WORK TASK
For this exercise, copy each line of the records that contains the word "people".

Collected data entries
- Opening Delimiter -

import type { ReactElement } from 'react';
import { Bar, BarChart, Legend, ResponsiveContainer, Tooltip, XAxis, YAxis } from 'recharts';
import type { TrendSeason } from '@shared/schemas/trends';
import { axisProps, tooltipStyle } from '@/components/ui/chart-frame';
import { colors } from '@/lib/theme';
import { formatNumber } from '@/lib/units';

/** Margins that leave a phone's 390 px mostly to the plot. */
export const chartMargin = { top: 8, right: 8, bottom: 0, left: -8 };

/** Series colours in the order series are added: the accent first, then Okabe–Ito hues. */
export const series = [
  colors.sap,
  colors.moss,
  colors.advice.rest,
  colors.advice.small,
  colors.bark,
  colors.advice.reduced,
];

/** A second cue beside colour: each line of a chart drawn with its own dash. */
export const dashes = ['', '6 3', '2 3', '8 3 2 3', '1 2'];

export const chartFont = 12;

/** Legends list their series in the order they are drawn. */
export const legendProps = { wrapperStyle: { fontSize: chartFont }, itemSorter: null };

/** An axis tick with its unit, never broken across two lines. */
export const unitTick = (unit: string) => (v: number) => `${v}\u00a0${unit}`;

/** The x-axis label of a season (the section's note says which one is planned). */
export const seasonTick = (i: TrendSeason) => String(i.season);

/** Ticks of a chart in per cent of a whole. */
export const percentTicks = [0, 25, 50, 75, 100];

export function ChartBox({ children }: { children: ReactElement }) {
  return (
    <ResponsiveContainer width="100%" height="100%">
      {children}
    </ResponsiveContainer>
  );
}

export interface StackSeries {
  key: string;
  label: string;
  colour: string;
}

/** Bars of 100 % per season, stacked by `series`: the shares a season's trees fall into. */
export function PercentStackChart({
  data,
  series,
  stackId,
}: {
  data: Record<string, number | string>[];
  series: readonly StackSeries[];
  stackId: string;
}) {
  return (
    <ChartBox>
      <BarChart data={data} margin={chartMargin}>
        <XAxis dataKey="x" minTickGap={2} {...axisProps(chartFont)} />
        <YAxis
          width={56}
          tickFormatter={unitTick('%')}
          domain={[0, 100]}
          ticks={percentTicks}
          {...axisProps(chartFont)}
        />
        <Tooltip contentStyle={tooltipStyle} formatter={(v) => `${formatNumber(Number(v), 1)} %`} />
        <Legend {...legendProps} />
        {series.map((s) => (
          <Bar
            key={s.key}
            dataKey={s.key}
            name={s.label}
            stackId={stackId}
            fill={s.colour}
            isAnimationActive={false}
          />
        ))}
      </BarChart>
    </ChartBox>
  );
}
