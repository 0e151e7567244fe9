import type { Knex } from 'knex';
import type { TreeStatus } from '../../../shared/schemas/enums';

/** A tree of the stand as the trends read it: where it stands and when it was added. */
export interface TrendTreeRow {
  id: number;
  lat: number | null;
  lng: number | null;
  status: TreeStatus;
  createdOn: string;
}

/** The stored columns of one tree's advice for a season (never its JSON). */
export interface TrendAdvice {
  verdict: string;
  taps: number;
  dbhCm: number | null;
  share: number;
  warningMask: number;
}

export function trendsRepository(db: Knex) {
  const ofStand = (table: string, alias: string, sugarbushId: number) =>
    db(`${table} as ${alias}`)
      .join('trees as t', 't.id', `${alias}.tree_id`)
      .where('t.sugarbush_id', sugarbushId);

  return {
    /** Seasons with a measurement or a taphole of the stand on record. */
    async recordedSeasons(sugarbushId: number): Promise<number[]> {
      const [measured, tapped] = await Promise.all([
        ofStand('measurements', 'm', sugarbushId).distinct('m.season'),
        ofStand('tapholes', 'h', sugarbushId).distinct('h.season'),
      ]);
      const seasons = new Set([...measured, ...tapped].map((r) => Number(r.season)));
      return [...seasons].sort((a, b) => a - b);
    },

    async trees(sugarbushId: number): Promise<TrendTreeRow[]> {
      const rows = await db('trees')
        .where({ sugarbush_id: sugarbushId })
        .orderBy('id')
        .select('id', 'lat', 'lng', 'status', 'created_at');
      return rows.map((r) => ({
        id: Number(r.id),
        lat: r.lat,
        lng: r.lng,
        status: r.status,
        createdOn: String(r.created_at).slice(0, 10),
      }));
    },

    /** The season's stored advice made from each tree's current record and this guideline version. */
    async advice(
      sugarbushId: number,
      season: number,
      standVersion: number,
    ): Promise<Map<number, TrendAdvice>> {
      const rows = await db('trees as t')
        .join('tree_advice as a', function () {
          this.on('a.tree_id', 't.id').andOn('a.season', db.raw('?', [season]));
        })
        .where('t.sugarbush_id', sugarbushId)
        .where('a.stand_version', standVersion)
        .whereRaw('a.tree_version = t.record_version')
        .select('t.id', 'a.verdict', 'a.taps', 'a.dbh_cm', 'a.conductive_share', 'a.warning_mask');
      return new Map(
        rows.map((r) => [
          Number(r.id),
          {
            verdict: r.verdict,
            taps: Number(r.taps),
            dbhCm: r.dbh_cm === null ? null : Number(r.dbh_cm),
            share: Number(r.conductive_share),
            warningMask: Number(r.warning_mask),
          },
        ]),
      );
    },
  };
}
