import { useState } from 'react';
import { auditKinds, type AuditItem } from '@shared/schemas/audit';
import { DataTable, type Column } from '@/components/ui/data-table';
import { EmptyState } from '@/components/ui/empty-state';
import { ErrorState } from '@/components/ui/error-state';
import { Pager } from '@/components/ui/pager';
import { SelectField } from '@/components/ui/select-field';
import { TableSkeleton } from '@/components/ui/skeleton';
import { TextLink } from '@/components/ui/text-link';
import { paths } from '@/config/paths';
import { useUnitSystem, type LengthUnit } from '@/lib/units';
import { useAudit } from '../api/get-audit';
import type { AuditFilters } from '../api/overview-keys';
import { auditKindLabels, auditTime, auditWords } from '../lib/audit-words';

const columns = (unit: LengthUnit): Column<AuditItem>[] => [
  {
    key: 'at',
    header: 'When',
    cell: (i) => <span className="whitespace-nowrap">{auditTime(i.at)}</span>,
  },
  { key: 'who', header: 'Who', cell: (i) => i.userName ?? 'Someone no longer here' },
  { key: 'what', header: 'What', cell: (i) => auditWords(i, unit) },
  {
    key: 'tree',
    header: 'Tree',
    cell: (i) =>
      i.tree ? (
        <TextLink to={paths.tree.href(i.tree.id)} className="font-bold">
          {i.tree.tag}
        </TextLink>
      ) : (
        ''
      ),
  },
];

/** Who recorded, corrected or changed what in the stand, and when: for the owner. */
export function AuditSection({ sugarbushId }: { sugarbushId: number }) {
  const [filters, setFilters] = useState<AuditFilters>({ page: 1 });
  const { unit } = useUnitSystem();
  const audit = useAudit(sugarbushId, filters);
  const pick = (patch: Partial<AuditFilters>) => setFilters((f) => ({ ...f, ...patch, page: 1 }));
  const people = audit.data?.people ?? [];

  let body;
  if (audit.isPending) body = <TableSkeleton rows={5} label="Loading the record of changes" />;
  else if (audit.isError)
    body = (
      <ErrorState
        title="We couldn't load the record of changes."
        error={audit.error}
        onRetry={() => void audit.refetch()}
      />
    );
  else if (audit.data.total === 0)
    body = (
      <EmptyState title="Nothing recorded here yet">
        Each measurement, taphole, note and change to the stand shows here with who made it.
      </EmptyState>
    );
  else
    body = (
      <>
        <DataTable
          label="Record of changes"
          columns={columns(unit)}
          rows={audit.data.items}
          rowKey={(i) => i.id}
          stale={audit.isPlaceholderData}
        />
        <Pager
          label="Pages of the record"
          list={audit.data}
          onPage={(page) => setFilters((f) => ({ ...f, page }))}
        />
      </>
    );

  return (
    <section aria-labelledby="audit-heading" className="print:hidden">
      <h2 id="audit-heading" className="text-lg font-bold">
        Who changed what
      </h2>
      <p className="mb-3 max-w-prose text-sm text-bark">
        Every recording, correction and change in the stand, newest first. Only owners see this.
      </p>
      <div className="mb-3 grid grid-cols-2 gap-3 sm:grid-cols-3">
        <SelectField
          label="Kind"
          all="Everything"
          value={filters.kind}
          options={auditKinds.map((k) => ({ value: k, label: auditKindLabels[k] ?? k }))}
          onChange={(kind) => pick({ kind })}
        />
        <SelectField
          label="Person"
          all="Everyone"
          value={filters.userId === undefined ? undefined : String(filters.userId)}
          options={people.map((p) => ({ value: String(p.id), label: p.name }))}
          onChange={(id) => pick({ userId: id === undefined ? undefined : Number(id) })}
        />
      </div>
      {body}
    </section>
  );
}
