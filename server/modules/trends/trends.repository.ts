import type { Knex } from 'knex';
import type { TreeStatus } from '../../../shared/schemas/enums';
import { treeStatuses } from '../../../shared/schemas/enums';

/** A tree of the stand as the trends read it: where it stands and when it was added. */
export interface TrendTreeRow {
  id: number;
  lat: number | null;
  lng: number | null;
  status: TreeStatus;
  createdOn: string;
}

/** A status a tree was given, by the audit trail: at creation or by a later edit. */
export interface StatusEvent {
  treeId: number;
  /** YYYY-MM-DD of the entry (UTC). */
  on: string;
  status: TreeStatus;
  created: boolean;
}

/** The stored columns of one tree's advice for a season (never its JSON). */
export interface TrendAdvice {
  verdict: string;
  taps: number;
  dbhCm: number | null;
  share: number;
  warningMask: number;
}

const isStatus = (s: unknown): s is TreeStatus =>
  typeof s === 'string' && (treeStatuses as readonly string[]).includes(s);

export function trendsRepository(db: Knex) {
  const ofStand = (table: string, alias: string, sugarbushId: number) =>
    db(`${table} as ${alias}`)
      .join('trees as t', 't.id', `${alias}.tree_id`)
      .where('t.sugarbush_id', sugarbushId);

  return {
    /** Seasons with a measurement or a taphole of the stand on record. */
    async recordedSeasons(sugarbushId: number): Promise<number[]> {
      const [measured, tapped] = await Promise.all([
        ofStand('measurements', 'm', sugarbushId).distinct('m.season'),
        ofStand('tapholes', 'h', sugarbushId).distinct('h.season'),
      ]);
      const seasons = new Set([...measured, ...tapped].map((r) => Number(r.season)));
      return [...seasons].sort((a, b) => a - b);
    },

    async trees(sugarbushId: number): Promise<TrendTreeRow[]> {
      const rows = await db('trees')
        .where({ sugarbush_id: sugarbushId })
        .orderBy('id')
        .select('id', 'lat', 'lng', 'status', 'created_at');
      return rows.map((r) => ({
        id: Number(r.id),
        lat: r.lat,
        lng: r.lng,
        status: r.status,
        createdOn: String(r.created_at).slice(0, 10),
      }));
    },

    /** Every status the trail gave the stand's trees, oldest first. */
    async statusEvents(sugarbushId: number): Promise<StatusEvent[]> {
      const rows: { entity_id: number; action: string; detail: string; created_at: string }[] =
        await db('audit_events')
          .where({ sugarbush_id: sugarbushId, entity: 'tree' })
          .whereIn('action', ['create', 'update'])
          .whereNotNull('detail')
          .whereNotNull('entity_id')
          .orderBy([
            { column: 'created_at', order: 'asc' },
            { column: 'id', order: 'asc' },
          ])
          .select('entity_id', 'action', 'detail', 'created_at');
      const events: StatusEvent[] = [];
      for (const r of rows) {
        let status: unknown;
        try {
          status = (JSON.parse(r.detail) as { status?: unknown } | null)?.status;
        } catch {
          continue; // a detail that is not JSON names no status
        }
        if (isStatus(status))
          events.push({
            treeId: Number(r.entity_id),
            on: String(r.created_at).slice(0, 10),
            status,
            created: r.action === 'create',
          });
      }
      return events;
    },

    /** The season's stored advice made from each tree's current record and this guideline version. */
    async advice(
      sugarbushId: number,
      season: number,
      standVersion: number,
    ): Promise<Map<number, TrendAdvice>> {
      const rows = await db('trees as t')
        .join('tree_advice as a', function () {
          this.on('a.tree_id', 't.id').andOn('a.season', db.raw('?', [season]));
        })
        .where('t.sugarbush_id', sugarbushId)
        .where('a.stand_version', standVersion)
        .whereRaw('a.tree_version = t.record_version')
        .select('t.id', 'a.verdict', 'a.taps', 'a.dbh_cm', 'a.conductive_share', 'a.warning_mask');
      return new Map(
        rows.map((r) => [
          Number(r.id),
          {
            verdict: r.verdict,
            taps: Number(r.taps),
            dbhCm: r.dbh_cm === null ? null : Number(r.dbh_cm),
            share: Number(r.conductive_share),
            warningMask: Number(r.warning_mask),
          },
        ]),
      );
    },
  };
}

- Closing Delimiter -
- Opening Delimiter -

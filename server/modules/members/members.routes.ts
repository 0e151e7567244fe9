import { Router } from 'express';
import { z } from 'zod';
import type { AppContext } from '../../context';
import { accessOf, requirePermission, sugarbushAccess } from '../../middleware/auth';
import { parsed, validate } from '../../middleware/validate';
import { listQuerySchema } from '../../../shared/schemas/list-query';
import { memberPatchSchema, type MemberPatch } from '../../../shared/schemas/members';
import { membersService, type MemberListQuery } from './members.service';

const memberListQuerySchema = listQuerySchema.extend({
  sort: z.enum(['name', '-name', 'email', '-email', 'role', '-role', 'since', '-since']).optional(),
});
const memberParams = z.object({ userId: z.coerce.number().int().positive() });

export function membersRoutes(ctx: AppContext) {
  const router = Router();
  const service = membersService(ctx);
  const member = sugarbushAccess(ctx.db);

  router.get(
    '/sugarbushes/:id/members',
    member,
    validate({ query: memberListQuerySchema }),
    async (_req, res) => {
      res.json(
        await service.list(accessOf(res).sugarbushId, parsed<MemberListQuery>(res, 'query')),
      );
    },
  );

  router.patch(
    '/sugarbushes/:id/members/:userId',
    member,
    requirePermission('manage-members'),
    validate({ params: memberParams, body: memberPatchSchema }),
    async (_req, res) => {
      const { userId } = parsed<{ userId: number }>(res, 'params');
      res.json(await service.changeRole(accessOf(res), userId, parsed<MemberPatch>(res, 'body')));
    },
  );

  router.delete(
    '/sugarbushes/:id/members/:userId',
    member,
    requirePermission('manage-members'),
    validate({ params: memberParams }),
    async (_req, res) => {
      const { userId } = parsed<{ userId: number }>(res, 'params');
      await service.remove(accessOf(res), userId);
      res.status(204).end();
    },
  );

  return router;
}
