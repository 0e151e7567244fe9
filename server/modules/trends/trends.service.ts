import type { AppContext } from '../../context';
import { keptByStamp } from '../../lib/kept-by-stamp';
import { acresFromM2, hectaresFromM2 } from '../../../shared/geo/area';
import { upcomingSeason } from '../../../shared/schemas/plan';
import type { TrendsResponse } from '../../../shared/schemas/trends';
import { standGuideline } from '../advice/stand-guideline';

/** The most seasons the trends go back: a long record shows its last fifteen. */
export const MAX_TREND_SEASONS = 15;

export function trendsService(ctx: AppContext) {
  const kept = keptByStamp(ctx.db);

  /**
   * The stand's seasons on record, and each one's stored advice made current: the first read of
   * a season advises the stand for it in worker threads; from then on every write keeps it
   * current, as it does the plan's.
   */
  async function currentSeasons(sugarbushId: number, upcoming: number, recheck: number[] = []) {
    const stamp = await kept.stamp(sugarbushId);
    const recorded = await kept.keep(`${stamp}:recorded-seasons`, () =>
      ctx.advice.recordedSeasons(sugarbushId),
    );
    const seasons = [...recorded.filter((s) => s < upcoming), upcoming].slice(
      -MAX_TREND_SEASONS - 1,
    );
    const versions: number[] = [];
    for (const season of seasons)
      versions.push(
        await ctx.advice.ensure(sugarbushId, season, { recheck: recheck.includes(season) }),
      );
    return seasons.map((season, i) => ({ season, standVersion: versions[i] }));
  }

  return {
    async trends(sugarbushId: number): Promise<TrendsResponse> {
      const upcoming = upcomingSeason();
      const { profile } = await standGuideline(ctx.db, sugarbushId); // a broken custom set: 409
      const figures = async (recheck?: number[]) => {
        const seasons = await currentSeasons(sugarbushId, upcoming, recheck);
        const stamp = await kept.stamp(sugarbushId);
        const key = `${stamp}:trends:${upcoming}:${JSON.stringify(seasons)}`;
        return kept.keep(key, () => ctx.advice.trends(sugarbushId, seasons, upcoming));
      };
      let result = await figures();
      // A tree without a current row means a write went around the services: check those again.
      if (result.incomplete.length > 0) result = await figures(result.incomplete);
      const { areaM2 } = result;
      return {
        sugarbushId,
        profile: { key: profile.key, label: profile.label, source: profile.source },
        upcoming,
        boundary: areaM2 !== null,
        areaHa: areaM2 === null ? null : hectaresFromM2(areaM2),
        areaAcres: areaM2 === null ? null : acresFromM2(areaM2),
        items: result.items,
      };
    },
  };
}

- Closing Delimiter -

ANSWER TO THIS TASK
  const people = audit.data?.people ?? [];
          options={people.map((p) => ({ value: String(p.id), label: p.name }))}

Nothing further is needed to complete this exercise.